By Heather Lalley
They started filing into a Spokane hotel meeting room not long after 8 a.m. Wednesday, clutching folders stuffed with paperwork.
A young woman in a pink "on the naughty list" T-shirt. An older man with gray stubble. Another man helping a child with a coloring book. Some limped in, others walked with canes and others appeared healthy.
But they all shared a goal: To qualify for doctor authorization to possess medical marijuana.
More than 50 people had appointments scheduled Wednesday at Spokane's monthly medical marijuana clinic at the Quality Inn. No walk-ins allowed.
"We've got a shortage of chairs and tables," said Henrik Rode, a Portland man working the check-in table. "A lot of times I feel more like a bouncer than a welcomer."

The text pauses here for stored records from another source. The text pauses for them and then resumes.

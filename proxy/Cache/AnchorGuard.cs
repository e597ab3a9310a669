using System.Globalization;
using System.Text;
using System.Text.RegularExpressions;

namespace RewriteProxy.Cache;

/// <summary>Why the anchor guard refused a semantic candidate: a fixed list, used as a metric label value.</summary>
public static class AnchorReason
{
    public const string Number = "number";
    public const string Unit = "unit";
    public const string Negation = "negation";
    public const string Identifier = "identifier";
    public const string Contrast = "contrast";

    /// <summary>The hit decision: two parts of the question trade places ("the buyer pays the seller" / "the seller pays the buyer").</summary>
    public const string Role = "role";

    /// <summary>The hit decision: a word was replaced, added or dropped, and WordNet has no sense the two share ("diesel" / "petrol").</summary>
    public const string Substitution = "substitution";

    /// <summary>The anchor guard's own reasons, in the order it checks them.</summary>
    public static readonly IReadOnlyList<string> Guard = [Negation, Number, Unit, Identifier, Contrast];

    /// <summary>Every reason (the metric label values), in the order the anchor guard and then the hit decision check them.</summary>
    public static readonly IReadOnlyList<string> All = [.. Guard, Role, Substitution];
}

/// <summary>
/// Outcome of comparing two questions' anchors. <see cref="Reason"/> is one of <see cref="AnchorReason"/> when
/// <see cref="Agree"/> is false; <see cref="Detail"/> says what differed, for the event log (never a metric label).
/// </summary>
public readonly record struct AnchorVerdict(bool Agree, string? Reason, string? Detail)
{
    public static AnchorVerdict Agreed { get; } = new(true, null, null);

    public static AnchorVerdict Refused(string reason, string detail) => new(false, reason, detail);
}
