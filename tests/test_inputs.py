"""Tests for calckit.workflow.inputs: safe expressions, inputs files, template parameters, value checks."""

from __future__ import annotations

import ast
import builtins
import math
from pathlib import Path

import pytest
import sympy as sp
from hypothesis import given
from hypothesis import strategies as st

import calckit.core.expressions as expressions_module
import calckit.workflow.inputs as inputs_module
from calckit.core.checks import finite, non_negative, positive
from calckit.core.expressions import parse_expression
from calckit.core.units import Q_
from calckit.errors import CalcError, InputsError
from calckit.workflow.inputs import (
    TITLE_FIELDS,
    InputsFile,
    TitleBlock,
    check_keys,
    injected_source,
    parameters_from_source,
    read_inputs,
)

T = sp.Symbol("t", real=True)
F0, W = sp.symbols("F0 w", positive=True)
NAMES = {"F0": F0, "w": W}
ALLOWED = (
    "Allowed: numbers, the inputs F0, w, the time t, pi, + - * / ** and parentheses, "
    "and the functions sin, cos, exp, sinh, cosh, sqrt, Heaviside, Min, Max, Piecewise."
)


def message(excinfo) -> str:
    return str(excinfo.value)


def refused(text: str, names=NAMES) -> str:
    with pytest.raises(InputsError) as excinfo:
        parse_expression(text, names, where="forcing")
    return message(excinfo)


class TestParseExpressionGood:
    @pytest.mark.parametrize(
        ("text", "expected"),
        [
            ("F0*cos(w*t)", F0 * sp.cos(W * T)),
            ("2.5e-3*F0*exp(-0.5*t)*sin(w*t)", sp.Rational(1, 400) * F0 * sp.exp(-T / 2) * sp.sin(W * T)),
            ("F0*(1 + 0.2*cos(2*w*t))", F0 * (1 + sp.Rational(1, 5) * sp.cos(2 * W * T))),
            ("t**2*exp(-t)", T**2 * sp.exp(-T)),
            ("sinh(t) + cosh(t) - sqrt(2)", sp.sinh(T) + sp.cosh(T) - sp.sqrt(2)),
            ("-t + +t/2", -T / 2),
            ("pi*t", sp.pi * T),
            ("1e-3", sp.Rational(1, 1000)),
            ("0.1 + 0.2", sp.Rational(3, 10)),
            ("1_000.5", sp.Rational(2001, 2)),
            ("2**-1", sp.Rational(1, 2)),
            ("  F0  ", F0),
        ],
    )
    def test_matches_hand_built(self, text, expected):
        """Good expressions give the sympy object built by hand."""
        assert parse_expression(text, NAMES, where="forcing") == expected

    def test_number_values(self):
        """Names may stand for numbers; floats go in as the decimal shown."""
        result = parse_expression("sqrt(k/m) + z", {"k": 12000, "m": 250, "z": 0.1}, where="w")
        assert result == 4 * sp.sqrt(3) + sp.Rational(1, 10)

    def test_default_time_symbol_is_real(self):
        """t is Symbol('t', real=True) by default."""
        assert parse_expression("t", {}, where="f").free_symbols == {T}

    def test_other_time_symbol(self):
        """The caller may pass its own time symbol."""
        tau = sp.Symbol("tau", positive=True)
        assert parse_expression("sin(t)", {}, where="f", t=tau) == sp.sin(tau)

    @given(st.decimals(min_value=-1e6, max_value=1e6, places=8, allow_nan=False, allow_infinity=False))
    def test_decimals_exact(self, d):
        """Any decimal written is read exactly as that decimal."""
        assert parse_expression(str(d), {}, where="x") == sp.Rational(str(d))
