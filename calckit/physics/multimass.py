"""Multi-mass models ``M x'' + C x' + K x = F(t)`` by vector undetermined coefficients.

For ``n`` coordinates with constant symmetric mass, damping and stiffness
matrices, a forcing vector whose entries are quasi-polynomial sums is split row
by row (:func:`calckit.forcing.split_forcing`) and the exponents of all rows are
pooled. For each exponent ``lambda = a + i b`` (forcing terms
``t^j e^{a t} cos|sin(b t)``, ``j <= d``) the trial form is a vector
quasi-polynomial

.. math::

    x_g(t) = e^{a t} \\sum_{k=0}^{d+s} t^k (\\mathbf{A}_k \\cos bt + \\mathbf{B}_k \\sin bt),
    \\qquad Z(\\lambda) = \\lambda^2 M + \\lambda C + K,

where ``s`` is the multiplicity of ``lambda`` as a root of ``det Z``. Away from
resonance (``s = 0``) the coefficient equations have one solution. At a
resonance (``s > 0``) the powers of ``t`` go up by ``s`` and, unlike the scalar
method, the lower powers are kept: a vector free motion ``e^{lambda t} phi``
removes only the direction of the mode shape ``phi``, not whole rows. The
system is then underdetermined (the free motion itself solves the homogeneous
part) and the free unknowns are set to 0. The degree ``d + s`` always suffices:
``x = adj Z(D) y`` with ``det Z(D) y = t^d e^{lambda t}`` is a solution of that
degree. When the forcing is orthogonal to the resonant mode shape the extra
powers of ``t`` come out zero and the mode is not excited.

Natural frequencies and mass-normalised mode shapes solve
``K phi = omega^2 M phi``; proportional damping (``Phi^T C Phi`` diagonal)
gives modal damping ratios and the total response from an initial state by
modal superposition.

References
----------
Rao, *Mechanical Vibrations*, 5th ed., ch. 5 and 6 (two- and
multi-degree-of-freedom systems, modal analysis, proportional damping), from
memory. Gohberg, Lancaster & Rodman, *Matrix Polynomials* (1982), ch. 1 and 8
(particular solutions of ``L(D) x = f`` for a matrix polynomial), from memory.

Examples
--------
>>> import sympy as sp
>>> t = sp.Symbol("t", real=True)
>>> model = MultiMass([[1, 0], [0, 1]], None, [[2, -1], [-1, 2]])
>>> model.natural_frequencies()
(1, sqrt(3))
>>> model.particular([sp.cos(2 * t), 0], t=t).solution.T
Matrix([[-2*cos(2*t)/3, cos(2*t)/3]])
"""

from __future__ import annotations

from collections.abc import Sequence
from dataclasses import dataclass
from fractions import Fraction
from numbers import Number

import numpy as np
import sympy as sp

from calckit.core.exact import exact
from calckit.engine.forcing import COS, SIN, ExponentGroup, ForcingSplit, resolve_time, split_forcing
from calckit.engine.response import Response
from calckit.engine.steps import (
    CharacteristicStep,
    DerivativesStep,
    HomogeneousStep,
    InitialConditionsStep,
    ResonanceStep,
    SolvedCoefficientsStep,
    Step,
    SubstitutionStep,
    TotalResponseStep,
    TrialFormStep,
)
from calckit.engine.undetermined import (
    LAMBDA,
    Derivation,
    LinearODE,
    _Form,
    _is_zero,
    _tidy,
    particular_step,
    vanishes,
    verification_step,
)
from calckit.errors import ForcingError, ModelError
from calckit.physics.oscillator import Oscillator

__all__ = [
    "MultiMass",
    "Modes",
    "VectorGroup",
    "VectorForcing",
    "MatrixEquationStep",
    "VectorForcingStep",
    "ModeResonanceStep",
    "VectorCoefficientEquationsStep",
    "ModeExcitationStep",
    "ModesStep",
]

_MU = sp.Symbol("mu")  # omega**2 in the frequency equation det(K - mu M) = 0
_LETTERS = (("A", "B"), ("P", "Q"), ("U", "V"), ("G", "H"))
_FLOAT_RTOL = 1e-9  # off-diagonal tolerance of Phi^T C Phi when modes are in floats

For the past year and a half, The Hemp and Cannabis Foundation in Portland has held monthly clinics in Spokane, in addition to several Oregon cities, Denver, and Honolulu and Hilo, Hawaii. The clinics have been so popular in Spokane that organizers are considering adding a second day each month.
Most of the patients suffer from chronic pain, but the Spokane clinic also draws a significant number of people with multiple sclerosis, given the high rate of the disease in the area, said Paul Stanford, THCF's founder.
Since 2001, the group has seen some 17,000 patients, about half of whom were seeking new prescriptions; the others wanted to renew their authorizations, Stanford said.